SUPPLIED DATA:
// The command-line checker: `qpoint check` for CI (text, JSON, SARIF) and `qpoint report` for people.

import { technologyWords } from '../../shared-analysis/src/structures/technology';
import * as fs from 'node:fs';
import * as os from 'node:os';
import * as path from 'node:path';
import { analyseSession, attachAllSizingFixes, monteCarloOf } from '../../shared-analysis/src/service';
import { LineIndex } from '../../shared-analysis/src/syntax/line-index';
import type { Analysis, AnalysisOptions, ResistorSeries } from '../../shared-analysis/src/analysis';
import type { Finding, Severity, Workspace } from '../../shared-analysis/src/types';
import { formatHeadroom, formatQuantity } from '../../shared-analysis/src/view/format';
import { recordIsOff } from '../../shared-analysis/src/checks/devices/context';
import { dissipation, dissipationAt, powerColumns, powerTable } from '../../shared-analysis/src/checks/devices/power';
import { histogramText, spreadText } from '../../shared-analysis/src/variation/text';
import { findingCatalogue } from '../../shared-analysis/src/codes';
import { capitalised, kindName } from '../../shared-analysis/src/structures/catalogue';
import { derivedVoltageLines, outputWords, startupLine } from '../../shared-analysis/src/features/structure-words';
import { defaultPolicy, isNetworkPath, PolicyReader, realRoots, type ReadPolicy } from './read-policy';
import { crossCheckCorners, OPTION_RULES, parseDecimal, type NumberRule } from './option-rules';
import { escapeControls, escapedJsonChunk } from './escape';
import { JsonEntries, JsonItems, JsonText, writeJson, writeJsonBytes } from './json-stream';
import { pointReader, pointVectors, TableEntries, type PointReader } from '../../shared-analysis/src/solve/point';
import type { OperatingPoint } from '../../shared-analysis/src/solve/types';
import { hasUniqueNames } from '../../shared-analysis/src/solve/solved-point';
import type { CornerResult, Structure } from '../../shared-analysis/src/structures/types';
import type { OutputVariation, VariationResult } from '../../shared-analysis/src/variation/types';
import { leadingContributors, sourceSummaries } from '../../shared-analysis/src/variation/index';
import { isOneOf, pushAll } from '../../shared-analysis/src/arrays';
import { cornerColumns, summariseOutputs, type CornerAxis, type OutputCornerSummary } from '../../shared-analysis/src/structures/corner-columns';
import { nameTable } from '../../shared-analysis/src/names';
import { htmlPage, htmlSection, markdownPage, markdownSection, MAX_PLOTS_PER_FILE, type ReportFile } from './report-pages';
import { expandFiles, Progress, runPool } from './batch';
import { EXIT } from './cli-exit';
import { outputCharacteristic } from '../../shared-analysis/src/features/sweep';
import { OUTPUT_CHARACTERISTIC_CSS, renderOutputCharacteristicSvg } from '../../shared-analysis/src/view/plot';

/** Shown with every report: the numbers are for design review, not sign-off. */
export const CAUTION =
  'Caution: these figures are design-review estimates, not a sign-off. Mains-powered and high-voltage ' +
  'circuits need review by a qualified person under local codes and licensed practice.';

export { EXIT };

const USAGE = `Usage:
  qpoint check [options] [--] FILE...    check netlists for CI
  qpoint report [options] [--] FILE...   print the bias point, structures and findings for people
  qpoint sweep [options] --output DEVICE FILE
                                         print one mirror output's characteristic (CSV or SVG)
  qpoint --help | --version

Options:
  --format FORMAT              'check': text, json or sarif (default text);
                               'report': text, json, html (one self-contained page with the
                               output characteristics) or markdown (a CI job summary);
                               'sweep': csv (default) or svg
  -o FILE                      'report' and 'sweep': write to FILE instead of the standard output
  --output DEVICE              'sweep': the mirror output to sweep (hierarchical name, e.g. X1.Q3)
  --points N                   'sweep': points across the rails, 2 to 2001 (default 81)
  --temperature C              analysis temperature in °C (overrides .temp)
  --series E12|E24|E48|E96|E192  standard series for resistor fixes (default E24)
  --headroom-margin V          minimum headroom beyond the active-region edge (default 0.3)
  --resistor-power-limit W     dissipation limit of a resistor without its own RATEDPOWER (default 0.25)
  --device-power-limit W       the same for a transistor or diode (default 0.5)
  --supply-tolerance PCT       corner supply tolerance in percent, 0 to 50 (default 5)
  --cold C / --hot C           corner temperatures, hot above cold (default -40 / 125)
  --beta-low F / --beta-high F beta corner factors, low in (0, 1], high in [1, 100] (default 0.5 / 2)
  --no-corners                 skip the corner re-solves
  --process-kp PCT             add slow/fast MOS process corners: every KP down/up by PCT (0 to 50)
  --process-vto V              ... and every |VTO| up/down by V (0 to 1); either one turns them on
  --no-variation               skip the spread analysis (sensitivities, σ, worst case, yield)
  --resistor-tolerance PCT     tolerance of a resistor without '; tol' on its card, 0 to 50
                               (default: the --series tolerance, E24 5 %)
  --yield-target PCT           predicted yield below which a target is flagged (default 99.7)
  --monte-carlo N              also run N seeded Monte Carlo re-solves (1 to 100000); 'report'
                               prints their σ and histogram beside the linear figures
  --seed S                     the Monte Carlo seed (default 1); the same seed repeats the numbers
  --all-corners                JSON: every structure's results at every corner, not only the
                               per-output summary (worst current and headroom, and where)
  --hand-analysis-steps        JSON: each structure's worked hand-analysis steps (formula, numbers
                               substituted, value) in its estimate; left out by default
  --spread-breakdown           JSON: every ranked spread contributor of each output (by default
                               the three largest) and its largest sensitivities (left out by default)
  --indented                   JSON and SARIF indented two spaces a level, for reading (by
                               default they are written on one line, about half the size)
  --compact                    JSON and SARIF on one line (the default; undoes --indented)
  --severity CODE=LEVEL        override one finding's severity (error|warning|info|hint|off); repeatable
  --fail-level error|warning|info|hint   lowest severity that makes 'check' exit 1 (default error)
  --include-root DIR           also let .include read files under DIR; repeatable
  --include-anywhere           let .include read files outside the allowed folders
  --search-folder DIR          look for included files in DIR when they are not beside the
                               including file (after it, in the order given); repeatable;
                               DIR's tree is readable too
  --workers N                  'check' and 'report': analyse N files at once, each on its own worker
                               thread (default: one per core, at most one per file; more than the
                               cores counts as the cores); 1 analyses them one after another in
                               this process. The output is the same and in the files' order
  --file-time-limit S          with more than one worker: seconds one file may take (default 600);
                               past it its worker is stopped and the file reported as failed (exit 3)
  --charts-per-file N|all      'report --format html': output characteristics drawn per file, least
                               headroom first (default 24); the page names the outputs left out
  --                           everything after it is a file name, even if it starts with '-'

WORK ORDER: The answer must consist of every line from the entries above that contains the string "indented".

EXERCISE RESULT:
  --indented                   JSON and SARIF indented two spaces a level, for reading (by
  --compact                    JSON and SARIF on one line (the default; undoes --indented)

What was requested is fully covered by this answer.